▶ Goal of the exercise
Look through the records below for the line holding "import math". Write it out exactly, with each following line through the line holding "real z, without".

--- Provided data ---

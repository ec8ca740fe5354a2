"""Whole progress curves: the integrated Michaelis–Menten equation and Selwyn's test.

The integrated rate equation Km ln(S0/S) + (S0 - S) = Vmax t has the closed form
S(t) = Km W((S0/Km) exp((S0 - Vmax t)/Km)) with W the Lambert W function (Schnell & Mendoza 1997,
J. Theor. Biol. 187:207). With competitive product inhibition (Kp), a (S0 - S) + b ln(S0/S) =
Vmax t with a = 1 - Km/Kp, b = Km (1 + S0/Kp), so S = (b/a) W((a S0/b) exp((a S0 - Vmax t)/b))
(principal branch for either sign of a).

Curves are fitted globally: Km and Vmax shared, a free baseline per curve. With enzyme amounts per
curve the rate scales with the amount (Vmax per unit of enzyme). Selwyn's test (Selwyn 1965,
Biochim. Biophys. Acta 105:193): product plotted against enzyme x time superimposes for a stable
enzyme; here the test is a nested model comparison, adding first-order enzyme inactivation
(activity e^(-kd t), so time becomes (1 - e^(-kd t))/kd) and asking whether kd > 0 is needed.
"""

from __future__ import annotations

import math
import re
from dataclasses import dataclass, field, replace

import numpy as np
from scipy import special

from .errors import AnalysisError, UsageError
from .fitting import (
    NOT_IDENTIFIABLE,
    FitResult,
    Param,
    f_test,
    fit,
    fmt_pm,
    held_p,
    line_slope,
    p_is,
    past_limit_text,
    past_limits,
)
from .models import Model, time_origin
from .units import concentration_factor


def lambertw_exp(z):
    """W(exp(z)) for real z, without overflow for large z (Newton on w + ln w = z)."""
    z = np.asarray(z, dtype=float)
    out = np.empty_like(z)
    small = z < 500
    with np.errstate(over="ignore"):
        out[small] = special.lambertw(np.exp(z[small])).real
    big = ~small
    if big.any():
        w = z[big] - np.log(z[big])
        for _ in range(8):
            w = w - (w + np.log(w) - z[big]) / (1 + 1 / w)
        out[big] = w
    return out


def substrate_left(t, s0, km, vmax, kp=None):
    """[S](t) of the integrated Michaelis–Menten equation (optionally with product inhibition)."""
    t, s0, km, vmax = np.broadcast_arrays(*(np.asarray(v, float) for v in (t, s0, km, vmax)))
    if kp is None:
        return km * lambertw_exp(np.log(s0 / km) + (s0 - vmax * t) / km)
    kp = np.broadcast_to(np.asarray(kp, float), t.shape)
    return _substrate_ab(t, s0, 1 - km / kp, km * (1 + s0 / kp), vmax)


def substrate_left_specificity(t, s0, k, inv_km, kp=None):
    """[S](t) of the integrated Michaelis–Menten equation written with the specificity constant
    k = Vmax/Km and 1/Km: ln(S0/S) + (S0 - S)/Km = k t (the equation of
    :func:`substrate_left` divided by Km). 1/Km = 0 is the first-order limit S0 exp(-k t), so the
    form holds where S0 is far below Km and Km itself runs off; with product inhibition
    (1/Km - 1/Kp)(S0 - S) + (1 + S0/Kp) ln(S0/S) = k t."""
    t, s0, k, inv_km = np.broadcast_arrays(*(np.asarray(v, float) for v in (t, s0, k, inv_km)))
    if kp is None:
        return _substrate_ab(t, s0, inv_km, np.ones_like(t), k)
    kp = np.broadcast_to(np.asarray(kp, float), t.shape)
    return _substrate_ab(t, s0, inv_km - 1 / kp, 1 + s0 / kp, k)


def _substrate_ab(t, s0, a, b, v):
    """S solving a (S0 - S) + b ln(S0/S) = v t: S = (b/a) W((a S0/b) exp((a S0 - v t)/b)),
    principal branch for either sign of a; S0 exp(-v t/b) where a S0/b vanishes."""
    out = np.empty_like(t)
    with np.errstate(all="ignore"):
        z = a * s0 / b
    zero = np.abs(z) < 1e-12
    out[zero] = s0[zero] * np.exp(-v[zero] * t[zero] / b[zero])
    pos = (z > 0) & ~zero
    if pos.any():
        out[pos] = (b[pos] / a[pos]) * lambertw_exp(np.log(z[pos])
                                                    + (a[pos] * s0[pos] - v[pos] * t[pos])
                                                    / b[pos])
    neg = (z < 0) & ~zero
    if neg.any():
        arg = z[neg] * np.exp((a[neg] * s0[neg] - v[neg] * t[neg]) / b[neg])
        out[neg] = (b[neg] / a[neg]) * special.lambertw(arg).real
    return out


@dataclass
class Curves:
    """Progress curves as concentration of product formed (µM) vs time (s)."""

    names: list
    t: list            # arrays, s
    p: list            # arrays, µM of product (plus an unknown baseline)
    s0: np.ndarray     # µM
    enzyme: np.ndarray | None = None
    species: str = "product"       # which species absorbs (how p was made from absorbance)
    t0: np.ndarray | None = None   # s: each curve's time origin in the file's own times
    enzyme_unit: str = ""          # unit of the enzyme amounts (e.g. nM), '' when not stated

    def per_enzyme(self) -> str:
        """How a rate per enzyme amount is labelled: 'per nM', or 'per enzyme amount' when the
        amounts carry no unit (never 'per enzyme unit': 1 U is 1 umol/min)."""
        return f"per {self.enzyme_unit}" if self.enzyme_unit else "per enzyme amount"


def curves_from_absorbance(names, times, absorbance, s0_uM, enzyme=None, *, epsilon: float,
                           pathlength_cm: float = 1.0, species: str = "product",
                           enzyme_unit: str = "") -> Curves:
    """Progress curves from absorbance traces by Beer–Lambert, c = A / (epsilon b).

    The product formed (µM, plus a baseline the fit takes care of) is +A/(epsilon b) when the
    product absorbs and -A/(epsilon b) when the substrate absorbs (its absorbance falls as
    product forms). ``epsilon`` in L mol^-1 cm^-1, ``pathlength_cm`` in cm, ``s0_uM`` per curve.
    Each curve's times are counted from its origin (:func:`rateabs.models.time_origin`: the
    file's zero, or the first usable reading where that lies more than the curve's span after
    it); S0 is the substrate at that origin.
    """
    if species not in ("product", "substrate"):
        raise UsageError(f"unknown absorbing species {species!r}", "use product or substrate")
    scale = (1.0 if species == "product" else -1.0) * 1e6 / (epsilon * pathlength_cm)
    shifted = [time_origin(t) for t in times]
    return Curves(list(names), [t for t, _ in shifted],
                  [scale * np.asarray(a, float) for a in absorbance],
                  np.asarray(s0_uM, float), None if enzyme is None else np.asarray(enzyme, float),
                  species, np.array([t0 for _, t0 in shifted]), enzyme_unit)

---

▶ Answer to this exercise
import math
import re
from dataclasses import dataclass, field, replace

import numpy as np
from scipy import special

from .errors import AnalysisError, UsageError
from .fitting import (
    NOT_IDENTIFIABLE,
    FitResult,
    Param,
    f_test,
    fit,
    fmt_pm,
    held_p,
    line_slope,
    p_is,
    past_limit_text,
    past_limits,
)
from .models import Model, time_origin
from .units import concentration_factor


def lambertw_exp(z):
    """W(exp(z)) for real z, without overflow for large z (Newton on w + ln w = z)."""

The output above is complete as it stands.